Strickland v. Washington, 466 U.S. 668, 687, 104 S. Ct. 2052, 2064, 80 L. Ed. 2d 674, 693 (1984). To establish a deprivation of that right, a convicted defendant must satisfy the two-part test enunciated in Strickland by demonstrating that: (1) counsel's performance was deficient, and (2) the deficient performance actually prejudiced the accused's defense. Ibid. See also State v. Fritz, 105 N.J. 42, 58 (1987) (adopting the Strickland two-part test in New Jersey). In reviewing such claims, courts apply a strong presumption that defense counsel "rendered adequate assistance and made all significant decisions in the exercise of reasonable professional judgment." Strickland, supra, 466 U.S. at 690, 104 S. Ct. at 2066, 80 L. Ed. 2d at 695.

"To set aside a guilty plea based on ineffective assistance of counsel, a defendant must show that (i) counsel's assistance was not within the range of competence demanded of attorneys in criminal cases, and (ii) that there is a reasonable probability that, but for counsel's errors, [the defendant] would not have pleaded guilty and would have insisted on going to trial." State v. DeFrisco, 137 N.J. 434, 457 (1994), cert. denied, 516 U.S. 1129, 116 S. Ct. 949, 133 L. Ed. 2d 873 (1996) (internal quotations and citations omitted).
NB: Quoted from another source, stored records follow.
"""Text with a unit, as people type it, to a number in a stated unit.

Units are read by pint; this module only says which kind of quantity a key takes and in which unit
the program keeps it. pint is imported on first use: it takes a quarter of a second.
"""

from __future__ import annotations

import math
import re
from dataclasses import dataclass
from functools import lru_cache
from typing import Any


@dataclass(frozen=True)
class Kind:
    """A kind of quantity: the unit it is kept in, an example, and its bounds there."""

    unit: str
    example: str
    low: float = 0.0
    high: float = math.inf


#: every kind of quantity a file or a command can hold
KINDS: dict[str, Kind] = {
    "flow": Kind("m**3/hour", "120 m3/h", 1e-9),
    "operating_time": Kind("hour/year", "8400 h/yr", 1.0, 8785.0),
    "temperature": Kind("degC", "25 degC", 0.0, 100.0),
    "mass_concentration": Kind("mg/L", "310 mg/L", 0.0, 1e6),
    "price_per_mass": Kind("USD/t", "190 USD/t"),
    "price_per_volume": Kind("USD/m**3", "0.80 USD/m3"),
    "fraction": Kind("", "92 %", 0.0, 1.0),
    "pressure": Kind("atm", "0.01 atm", 1e-12, 1e3),
    "dose": Kind("kg/m**3", "1.2 kg/m3", 0.0, 5000.0),
    "mass_flow": Kind("kg/hour", "140 kg/h", 0.0),
    "volume": Kind("L", "500 mL", 0.0),
    "mass": Kind("g", "2 g", 0.0),
}


class QuantityError(ValueError):
    """A text is not the quantity asked for; the message says why and gives an example."""


@lru_cache(maxsize=1)
def _registry() -> Any:
    import pint  # noqa: PLC0415  (slow to import)

    registry: Any = pint.UnitRegistry(autoconvert_offset_to_baseunit=True, cache_folder=None)
    registry.define("USD = [money] = $_USD")
    registry.define("t = 1000 kilogram = tonne = metric_tonne")
    registry.define("short_ton = 907.18474 kilogram")
    registry.define("gpm = gallon / minute")
    registry.define("ML = 1e6 liter = megaliter")
    registry.define("yr = 365.25 day")
    registry.define("a = 365.25 day")
    registry.define("eq = [equivalent]")
    return registry


# separators group thousands or the number ends there: "1,5" must not become 15
_LEADING = re.compile(
    r"^\s*([+-]?(?:(?:[1-9]\d{0,2}(?:[,_ ]\d{3})+(?!\d)|\d+)(?:\.\d*)?|\.\d+)(?:[eE][+-]?\d+)?)\s*(.*)$",
    re.ASCII | re.DOTALL,
)
_POWER = re.compile(r"(?<=[a-zA-Z])([23])\b")
_SHARE = re.compile(r"%|\bpercent\b|\bpp[mb]\b")
_TON = re.compile(r"\btons?\b")
_YEAR = re.compile(r"\b(y|year)\b")


def split_number(text: str) -> tuple[float, str]:
    """Split ``"1,200.5 mg/L"`` into number and unit text.

    Raises
    ------
    QuantityError
        When it does not begin with a number.
    """
    match = _LEADING.match(text)
    if match is None:
        raise QuantityError(f"'{text}' does not begin with a number")
    number, rest = match.groups()
    if rest[:1] in {",", "_"}:
        raise QuantityError(f"'{text}' holds a '{rest[0]}' that groups no thousands")
    value = float(re.sub(r"[,_ ]", "", number))
    return value, rest.strip()


def _number_of(text: str, hint: str) -> tuple[float, str]:
    try:
        return split_number(text)
    except QuantityError as error:
        raise QuantityError(f"{error}: {hint}") from error


def parse(text: object, kind: str) -> float:
    """Read a quantity of a kind; the result is in ``KINDS[kind].unit`` (fractions as 0 to 1).

    Raises
    ------
    QuantityError
        For a missing or wrong unit, a number that is none, or one out of bounds.
    """
    spec = KINDS[kind]
    hint = f'write for example "{spec.example}"'
    if not isinstance(text, str):
        raise QuantityError(f"{text!r} carries no unit: {hint}")
    value, unit = _number_of(text, hint)
    if not math.isfinite(value):
        raise QuantityError(f"'{text}' is not a finite number: {hint}")
    if kind == "fraction":
        if unit not in {"%", "fraction"}:
            raise QuantityError(f"'{text}' needs % or the word fraction: {hint}")
        result = value / 100.0 if unit == "%" else value
    elif not unit:
        raise QuantityError(f"'{text}' carries no unit: {hint}")
    else:
        result = _convert(value, unit, spec.unit, text, hint)
    if not spec.low <= result <= spec.high:
        if result < 0.0:
            raise QuantityError(f"'{text}' is negative: {hint}")
        top = f"{100 * spec.high:g} %" if kind == "fraction" else f"{spec.high:g} {spec.unit}"
        bound = f"above {top}" if result > spec.high else f"below {spec.low:g} {spec.unit}"
        raise QuantityError(f"'{text}' is {bound}: {hint}")
    return result


def _convert(value: float, unit: str, target: str, text: str, hint: str) -> float:
    import pint  # noqa: PLC0415

    registry = _registry()
    clean = _YEAR.sub("yr", _POWER.sub(r"**\1", unit.replace("µ", "u").replace("μ", "u")))
    clean = clean.replace("°C", "degC")
    if _TON.search(clean):
        raise QuantityError(f"'{text}': a ton may be 1000 kg or 907 kg: write t or short_ton")
    if _SHARE.search(clean):
        raise QuantityError(f"'{text}' has the wrong dimension: {hint}")
    if re.search(r"[^\w*/^.() $-]", clean):
        raise QuantityError(f"'{text}': the unit '{unit}' is not known: {hint}")
    try:
        if target == "degC":
            return float(registry.Quantity(value, clean).to("degC").magnitude)
        return float((value * registry.parse_units(clean)).to(target).magnitude)
    except pint.DimensionalityError as error:
        raise QuantityError(f"'{text}' has the wrong dimension: {hint}") from error
    except Exception as error:  # pint raises many kinds for text it cannot read
        raise QuantityError(f"'{text}': the unit '{unit}' is not known: {hint}") from error


_AS = re.compile(r"^(.*?)\s+as\s+(\S+)$")


def parse_concentration(text: object, charge: int, name: str) -> tuple[float, str | None, str]:
    """Read an amount of ``name`` per litre; ``charge`` is 0 where no one charge is meant.

    Returns (number, basis formula or None, unit class): the class is ``"mol/L"`` when the number is
    already mol of ``name`` per litre, ``"g/L"`` when it is grams of the basis (``name`` itself when
    the basis is None) per litre, ``"g/kg"`` when it is per mass of liquor (ppm).

    Raises
    ------
    QuantityError
        For anything else.
    """
    hint = 'write for example "310 mg/L", "4.7 mmol/L", "350 mg/L as N" or "9.5 meq/L"'
    if not isinstance(text, str):
        raise QuantityError(f"{text!r} carries no unit: {hint}")
    value, unit = _number_of(text, hint)
    basis = None
    match = _AS.match(unit)
    if match is not None:
        unit, basis = match.group(1), match.group(2)
    if not math.isfinite(value):
        raise QuantityError(f"'{text}' is not a finite number: {hint}")
    if value < 0.0:
        raise QuantityError(f"'{text}' is negative: {hint}")
    if not unit:
        raise QuantityError(f"'{text}' carries no unit: {hint}")
    if unit in {"ppm", "mg/kg", "g/kg", "ug/kg", "ppb"}:
        per_kg = {"ppm": 1e-3, "mg/kg": 1e-3, "g/kg": 1.0, "ug/kg": 1e-6, "ppb": 1e-6}[unit]
        return value * per_kg, basis, "g/kg"
    if unit == "N" or re.fullmatch(r"[mu]?eq/(L|l|m3)", unit):
        scale = {"m": 1e-3, "u": 1e-6}.get(unit[0], 1.0)
        scale *= 1e-3 if unit.endswith("m3") else 1.0
        if charge == 0:
            raise QuantityError(
                f"'{text}': {name} has no one charge to count equivalents by: {hint}"
            )
        return value * scale / abs(charge), None, "mol/L"
    if re.fullmatch(r"[mun]?mol/(L|l|m3|dm3)", unit) or unit in {"M", "mM"}:
        unit = {"M": "mol/L", "mM": "mmol/L"}.get(unit, unit)
        return _convert(value, unit, "mol/L", text, hint), None, "mol/L"
    return _convert(value, unit, "g/L", text, hint), basis, "g/L"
Defendant first contends the petition filed by his PCR counsel "lacked substance, and did not present all available issues collateral to the proceeding including, the opportunity to testify when specifically questioned (and perhaps even encouraged) by [the trial judge] to do so." Defendant adds that PCR counsel "failed to offer the necessary evidence by any means available including affidavits, certification, or an amended petition advancing additional legal grounds for relief at least by way of an offer of proof." Notably, defendant does not identify or explain the additional collateral issues or necessary evidence supporting "additional legal grounds for relief."

Defendant argues "the fact that a plea was entered without a modicum of consultation, examination, or investigation, should have been established through testimony." However, defendant raised this issue in his certification and his PCR attorney raised it in the brief he filed with the trial court. More significantly, this conclusory assertion does not identify what facts additional examination or investigation would have revealed, or how additional examination or investigation would have resulted in a different outcome.

Defendant's conclusory statements do not establish that PCR counsel was ineffective. See State v. Cummings, 321 N.J. Super.

154, 170 (App. Div.) (explaining that "a petitioner must do more than make bald assertions" to establish a prima facie claim), certif. denied, 162 N.J. 199 (1999). Defendant does not specifically explain how anything PCR counsel did or failed to do would have resulted in his going to trial instead of pleading guilty. Defendant has not satisfied either prong of Strickland.